It's ok but I think you're missing the boat. I can see all computers from everyone one of the computers. My issue isn't with seeing or not seeing a computer/computers, my issue is that the two XP machines can see all of the Windows 7 machines...BUT the XP machines can only access the shared folders on 2 of the 3 machines.


----------



## newtekie1 (Nov 20, 2009)

Have you disabled the firewall on the one Win7 machine you can't access?


----------



## computersolutions (Nov 20, 2009)

newtekie1 said:


> Have you disabled the firewall on the one Win7 machine you can't access?



No, why would you disable the firewall? The windows firewall is disabled...but we use...yeah, Norton 360 (let the bashing begin).
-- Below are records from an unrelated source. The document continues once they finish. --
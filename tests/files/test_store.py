"""moerun.files.store: the opened model file agrees with the reference reader, and rejects files that disagree with config.json.

Reference reader: the safetensors library, version 0.8.0 (``safetensors.numpy.load_file``).
"""

from __future__ import annotations

import os
import random
import shutil

import numpy as np
import pytest
from conftest import edit_config, edit_header
from safetensors.numpy import load_file, save_file

import moerun
from moerun.errors import BadModelFile
from moerun.files.store import MECHANISMS, ModelStore
from moerun.makers.synthetic import random_tensors, synth_config, write_model


def _bits(a: np.ndarray) -> np.ndarray:
    return np.ascontiguousarray(a, dtype=np.float32).view(np.uint32)


def test_every_tensor_read_by_the_store_equals_the_safetensors_library(small_model):
    lib = load_file(str(small_model / "model.safetensors"))  # reference: safetensors 0.8.0
    store = ModelStore.open(small_model)
    try:
        assert set(store.header.tensors) == set(lib)
        for name, ref in lib.items():
            got = store.read_tensor(name)
            assert got.dtype == ref.dtype and got.shape == ref.shape
            assert np.array_equal(got, ref)
        for name, arr in store.dense.items():
            assert np.array_equal(arr, lib[name])
    finally:
        store.close()


@pytest.mark.parametrize("mechanism", MECHANISMS)
def test_paged_in_expert_equals_the_safetensors_library(small_model, mechanism):
    lib = load_file(str(small_model / "model.safetensors"))  # reference: safetensors 0.8.0
    store = ModelStore.open(small_model)
    try:
        store.set_mechanism(mechanism)
        slot = np.zeros(store.expert_nbytes + 4096, np.uint8)
        bound = store.codec.bind(slot)
        c = store.config
        for layer in range(c.n_layers):
            for e in range(c.n_experts):
                ns = store.page_in(layer, e, slot)
                assert ns >= 0
                for part, got in zip(("w_gate", "w_up", "w_down"), store.codec.weights(bound)):
                    assert np.array_equal(got, lib[f"layers.{layer}.experts.{e}.{part}"])
    finally:
        store.close()


def test_file_written_by_the_safetensors_library_gives_identical_logits(tmp_path):
    # 12 experts: the library orders tensors by dtype, then by name as text
    # (safetensors 0.8.0), so experts.10 lands before experts.2 and w_down before w_gate.
    config = synth_config(layers=2, experts=12, top_k=2)
    ours = write_model(tmp_path / "ours", config, seed=5)
    theirs = tmp_path / "theirs"
    theirs.mkdir()
    for name in ("config.json", "tokenizer.json"):
        shutil.copy(ours / name, theirs / name)
    save_file(random_tensors(config, seed=5), str(theirs / "model.safetensors"))
    store = ModelStore.open(theirs)
    try:
        starts = [store.expert_range(0, e).start for e in range(12)]
        assert starts != sorted(starts)  # really the library's order, not ours
        assert all(r.nbytes == store.expert_nbytes for row in store.ranges for r in row)
    finally:
        store.close()
    ids = [0, 3, 250, 7, 7, 100, 42, 1]
    with moerun.load(ours) as a, moerun.load(theirs) as b:
        assert np.array_equal(_bits(a.logits(ids)), _bits(b.logits(ids)))
    with moerun.load(ours, mem_cap="1GiB", slots=[2, 3]) as a, moerun.load(theirs, mem_cap="1GiB", slots=[2, 3]) as b:
        ga = a.generate(prompt_ids=ids, max_new=6, keep_logits=True)
        gb = b.generate(prompt_ids=ids, max_new=6, keep_logits=True)
        assert ga.new_ids == gb.new_ids
        assert np.array_equal(_bits(np.stack(ga.logits)), _bits(np.stack(gb.logits)))


def test_open_rejects_a_missing_directory(tmp_path):
    with pytest.raises(BadModelFile, match="no such model directory"):
        ModelStore.open(tmp_path / "nowhere")


def test_open_rejects_a_missing_dense_tensor(fresh_model):
    edit_header(fresh_model / "model.safetensors", lambda doc: doc.pop("final_norm"))
    with pytest.raises(BadModelFile, match="missing tensor 'final_norm'"):
        ModelStore.open(fresh_model)


def test_open_rejects_a_missing_expert_tensor(fresh_model):
    edit_header(fresh_model / "model.safetensors", lambda doc: doc.pop("layers.1.experts.3.w_up"))
    with pytest.raises(BadModelFile, match="missing tensor 'layers.1.experts.3.w_up'"):
        ModelStore.open(fresh_model)


def test_open_rejects_dense_shapes_that_disagree_with_config(fresh_model):
    edit_config(fresh_model, lambda c: c.__setitem__("vocab_size", c["vocab_size"] + 1))
    with pytest.raises(BadModelFile, match="config.json implies"):
        ModelStore.open(fresh_model)


def test_open_rejects_expert_shapes_that_disagree_with_config(fresh_model):
    edit_config(fresh_model, lambda c: c.__setitem__("d_expert", c["d_expert"] * 2))
    with pytest.raises(BadModelFile, match="expected F32"):
        ModelStore.open(fresh_model)


def test_shared_expert_is_dense_resident_and_equals_the_safetensors_library(synth_models):
    d = synth_models(seed=2, layers=2, experts=8, top_k=2, d_shared=48)
    plain = synth_models(seed=2, layers=2, experts=8, top_k=2)
    lib = load_file(str(d / "model.safetensors"))  # reference: safetensors 0.8.0
    store, other = ModelStore.open(d), ModelStore.open(plain)
    try:
        c = store.config
        for layer in range(c.n_layers):
            for part in ("w_gate", "w_up", "w_down"):
                name = f"layers.{layer}.shared.{part}"
                assert np.array_equal(store.dense[name], lib[name])
        # counted in the fixed part: exactly its three float32 matrices per layer more than without it
        assert store.dense_nbytes - other.dense_nbytes == c.n_layers * 3 * c.d_model * 48 * 4
        assert store.expert_nbytes == other.expert_nbytes
    finally:
        store.close()
        other.close()


@pytest.mark.parametrize(
    ("edit", "phrase"),
    [
        (lambda doc: doc.pop("layers.1.shared.w_up"), "missing tensor 'layers.1.shared.w_up'"),
        (lambda doc: doc["layers.0.shared.w_down"].__setitem__("shape", [16, 48]), "layers.0.shared.w_down"),
    ],
)
def test_open_rejects_a_shared_expert_that_disagrees_with_config(tmp_path, edit, phrase):
    d = write_model(tmp_path / "m", synth_config(layers=2, experts=4, top_k=2, d_shared=16))
    edit_header(d / "model.safetensors", edit)
    with pytest.raises(BadModelFile, match=phrase):
        ModelStore.open(d)


def test_open_rejects_shared_expert_tensors_when_config_has_no_d_shared(tmp_path):
    d = write_model(tmp_path / "m", synth_config(layers=2, experts=4, top_k=2, d_shared=16))
    edit_config(d, lambda c: c.pop("d_shared"))
    with pytest.raises(BadModelFile, match="shared expert's, but config.json has no d_shared"):
        ModelStore.open(d)


def test_open_rejects_an_expert_split_across_the_file(tmp_path):
    config = synth_config(layers=1, experts=2, top_k=1)
    tensors = random_tensors(config)
    # put expert 0's w_up after expert 1 by renaming: swap the two experts' w_up byte ranges
    d = write_model(tmp_path / "m", config, tensors=tensors)

    def swap(doc):
        a, b = doc["layers.0.experts.0.w_up"], doc["layers.0.experts.1.w_up"]
        a["data_offsets"], b["data_offsets"] = b["data_offsets"], a["data_offsets"]

    edit_header(d / "model.safetensors", swap)
    with pytest.raises(BadModelFile, match="contiguous"):
        ModelStore.open(d)


def test_open_rejects_dense_weights_holding_nan(tmp_path):
    config = synth_config(layers=1, experts=2, top_k=1)
    tensors = random_tensors(config)
    tensors["final_norm"][3] = np.nan
    d = write_model(tmp_path / "m", config, tensors=tensors)
    with pytest.raises(BadModelFile, match="NaN"):
        ModelStore.open(d)


def test_float16_file_gives_the_logits_of_its_float32_widening(tmp_path):
    config = synth_config(layers=2, experts=4, top_k=2)
    t32 = random_tensors(config, seed=2)
    t16 = {k: v.astype(np.float16) for k, v in t32.items()}
    widened = {k: v.astype(np.float32) for k, v in t16.items()}
    d16 = write_model(tmp_path / "f16", config, tensors=t16)
    d32 = write_model(tmp_path / "f32", config, tensors=widened)
    ids = [0, 5, 9, 200, 31]
    with moerun.load(d16, mem_cap="1GiB", slots=[2, 2]) as a, moerun.load(d32) as b:
        assert a.store.codec.name == "F16"
        assert np.array_equal(_bits(a.logits(ids)), _bits(b.logits(ids)))



def _mapped_rss_bytes(path) -> int:
    """Resident bytes of this process's mappings of ``path`` (Linux /proc/self/smaps)."""
    total, inside = 0, False
    with open("/proc/self/smaps") as f:
        for line in f:
            if not line[:1].isupper():  # a mapping's header line: address range, perms, ..., path
                inside = line.rstrip().endswith(str(path))
            elif inside and line.startswith("Rss:"):
                total += int(line.split()[1]) * 1024
    return total


def test_mmap_page_in_leaves_no_mapped_file_pages_resident(synth_models):
    if not os.path.exists("/proc/self/smaps"):
        pytest.skip("needs Linux /proc/self/smaps")
    d = synth_models(layers=4, experts=12, top_k=2, d_model=128, d_expert=512, n_heads=4, n_kv_heads=2, head_dim=32, max_seq_len=128)
    store = ModelStore.open(d)
    try:
        store.set_mechanism("mmap")
        slot = np.empty(store.expert_nbytes, np.uint8)
        order = [(layer, e) for layer in range(4) for e in range(12)]
        random.Random(0).shuffle(order)
        for layer, e in order:
            store.page_in(layer, e, slot)
        # Before the fix each read left the kernel's fault-around window (64 KiB) of neighbouring
        # file pages mapped: about 1.4 MiB for these 48 experts, more than one expert (768 KiB).
        assert _mapped_rss_bytes(store.path.resolve()) < store.expert_nbytes
    finally:
        store.close()


# the file shrinks after the size check, while the copy runs: simulated by letting the store's own size
# check see the size the file had when the copy began (os.fstat patched), then truncating it
_SHRINK_DURING_COPY = """
import os, sys
import numpy as np
import moerun.files.store as store_mod
from moerun.errors import PageInError
store = store_mod.ModelStore.open(sys.argv[1])
store.set_mechanism("mmap")
size = os.fstat(store._fd).st_size
real_fstat = os.fstat
store_mod.os.fstat = lambda fd: os.stat_result((*real_fstat(fd)[:6], size, *real_fstat(fd)[7:]))
last = store.ranges[-1][-1]
os.truncate(store.path, last.start + 8)  # the expert's first page stays, the rest of it is gone
slot = np.zeros(store.expert_nbytes, np.uint8)
try:
    store.page_in(last.layer, last.expert, slot)
except PageInError as e:
    print("PageInError:", e)
    sys.exit(2)
sys.exit(0)
"""


def test_mmap_copy_of_a_file_that_shrinks_during_the_copy_is_page_in_error_not_sigbus(synth_models, tmp_path):
    import subprocess
    import sys

    from conftest import ROOT

    d = tmp_path / "m"
    shutil.copytree(synth_models(layers=2, experts=4, top_k=2, d_model=64, d_expert=256), d)
    env = {**os.environ, "PYTHONPATH": str(ROOT) + os.pathsep + os.environ.get("PYTHONPATH", "")}
    proc = subprocess.run([sys.executable, "-c", _SHRINK_DURING_COPY, str(d)], capture_output=True, text=True, env=env, timeout=120)
    assert proc.returncode == 2, f"exit {proc.returncode} (negative: killed by signal {-proc.returncode}) {proc.stderr[-300:]}"
    assert "PageInError" in proc.stdout and "file ended" in proc.stdout


def test_mmap_pages_in_the_same_bytes_as_pread(small_model):
    store = ModelStore.open(small_model)
    try:
        a = np.zeros(store.expert_nbytes, np.uint8)
        b = np.zeros(store.expert_nbytes, np.uint8)
        for layer in range(store.config.n_layers):
            for e in range(store.config.n_experts):
                store.set_mechanism("pread")
                store.page_in(layer, e, a)
                store.set_mechanism("mmap")
                store.page_in(layer, e, b)
                assert np.array_equal(a, b)
    finally:
        store.close()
Norton is taking care of the firewall, and Norton is all set on default settings as it was just installed (Windows 7 just came out not that long ago )


----------



## qubit (Nov 20, 2009)

You need to open the window above and click on *Turn off password protected sharing*

To get to this window, do the following:


Click the Orb - the round, coloured thing on the bottom left 
Click Control Panel
Click Network and Sharing Centre
Click Advanced sharing settings at the top left of the window
Scroll down to the bottom
Under the Password protected sharing section, click Turn off password protected sharing
Click Save changes

Now ensure that the folder you want shared has at least the Read file sharing permission  assigned to it in the Sharing tab. Just as important, ensure the Read NTFS permission is _explicitely_ set for the Everyone user and ensure that there aren't any Denied permissions blocking it, as they override the Allow permissions. Be aware, that the file sharing and NTFS permissions combine, such that the more restrictive permission takes precedence. Therefore, if you have the NTFS permission set to Full Control, but only Read in the sharing permission, then the connecting computer will only be able to read the folder.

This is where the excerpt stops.